Canada Post Faces Record $1.57 Billion Loss Amid Executive Bonus Controversy
Canada Post CEO Doug Ettinger appeared before the Commons government operations committee this week, revealing that the Crown corporation posted a record loss of $1.57 billion in 2025 while still paying out bonuses to executives, according to Blacklock’s Reporter.
The announcement has sparked sharp criticism from opposition MPs, who questioned how the financially struggling postal service could justify executive compensation packages while running a billion-dollar deficit.
Cost-Cutting Measures Fall Short
Ettinger defended the company’s financial management, pointing to significant cost-cutting efforts already underway. “We have cut a lot of costs on the management side,” he told the committee last Thursday.
He outlined several austerity measures, including reducing management and executive compensation by more than 10%, exiting the guaranteed pension plan years ago, and cutting $200 million in discretionary spending over the past two years.
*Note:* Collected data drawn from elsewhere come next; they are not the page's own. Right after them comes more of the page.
def seconds(value: str) -> float:
    """A systemd.time(7) span like '5s', '500ms', '2' (seconds) or '1min 30s'."""
    units = {"ms": 0.001, "s": 1.0, "sec": 1.0, "min": 60.0, "m": 60.0, "": 1.0}
    total = 0.0
    for num, unit in re.findall(r"(\d+(?:\.\d+)?)\s*([a-z]*)", value):
        total += float(num) * units[unit]
    return total


def sh(*args: str, env: dict[str, str] | None = None, check: bool = True) -> subprocess.CompletedProcess[str]:
    return subprocess.run(
        ["bash", *args], capture_output=True, text=True, timeout=60, check=check,
        env=None if env is None else {**os.environ, **env},
    )


# ------------------------------------------------------------------ the unit's settings


@pytest.fixture(scope="module")
def unit() -> dict[str, dict[str, list[str]]]:
    return parse_unit(UNIT.read_text())


def test_unit_is_a_notify_service_with_a_watchdog(unit: dict[str, dict[str, list[str]]]) -> None:
    # DOMAIN.md section 11 (systemd issue tracker lessons): Type=notify, READY=1 after
    # start-up, WATCHDOG=1 from the working loop.
    assert one(unit, "Service", "Type") == "notify"
    assert one(unit, "Service", "NotifyAccess") == "main"
    assert 1.0 <= seconds(one(unit, "Service", "WatchdogSec")) <= 30.0
    exec_start = one(unit, "Service", "ExecStart").split()
    assert exec_start[0].endswith("/venv/bin/fieldbridge")
    assert exec_start[1:3] == ["run", "--service"]
    assert exec_start[exec_start.index("--home") + 1] == "/var/lib/fieldbridge"


def test_unit_restarts_forever(unit: dict[str, dict[str, list[str]]]) -> None:
    # DOMAIN.md section 11: the default start limit gives up after 5 quick failures.
    assert one(unit, "Service", "Restart") == "always"
    assert seconds(one(unit, "Service", "RestartSec")) == 2.0
    assert one(unit, "Unit", "StartLimitIntervalSec") == "0"  # systemd.unit(5): 0 disables it


def test_unit_runs_as_a_dedicated_account_with_device_groups(
    unit: dict[str, dict[str, list[str]]],
) -> None:
    # DOMAIN.md section 11: a dedicated user in the dialout (serial) and audio groups.
    assert one(unit, "Service", "User") == "fieldbridge"
    assert {"dialout", "audio"} <= set(words(unit, "Service", "SupplementaryGroups"))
Despite these efforts, Canada Post is on track to record its eighth consecutive year of losses, with 2025 expected to be the worst in the organization’s history.
Bonus Programs Under Scrutiny
Conservative MP Andrew Lawton (Elgin-St. Thomas, Ont.) pressed Ettinger on the issue of executive bonuses during the committee hearing.
“Are you still paying executive bonuses?” Lawton asked directly.
Ettinger explained that Canada Post operates two reward programs. The first, called CTI (company incentive for the team), “hasn’t paid a cent since 2011, 15 years,” he said.
However, when questioned about the second program — described as a risk program — Ettinger acknowledged that bonuses were paid last year as part of efforts to retain key talent.
“One of the things that robs me of sleep is retaining the good people who are with us,” Ettinger said. “To retain that talent, as part of the broader compensation program last year we paid a bonus — sorry, compromised pay.”
MP Demands Transparency on Executive Pay
When pressed for specific figures, Ettinger admitted he didn’t have the numbers readily available but committed to providing them to the committee.
The bonus program covers approximately 7,000 employees, with nearly two-thirds being union members whose compensation is governed by collective agreements.
Lawton made clear the committee’s focus was on executive compensation. “We don’t care about what you’re doing to unionized workers,” he said. “We want to know how much you and your colleagues are getting paid while running a billion-dollar deficit.”
Ettinger responded: “I understand you. We will provide you with the total numbers.”
Stamp Prices Continue to Rise
Meanwhile, Canada Post is preparing to raise stamp prices again in 2026. The price of a domestic letter has already increased 35% in the past 18 months, climbing from 92 cents to $1.24.
Management acknowledged in a third-quarter financial report that “while the rate increase is helpful, the rates are undervalued.”
The company attributed its mounting losses to a long-term decline in mail revenue and increasing competition from private parcel couriers.
Post Office Nears Insolvency
The financial situation is so dire that without a $1.034 billion line of credit approved by Cabinet on January 24, Canada Post would be insolvent, according to the report.
The combination of rising costs, declining traditional mail volume, and competitive pressures in the parcel delivery market continues to challenge the Crown corporation’s long-term viability.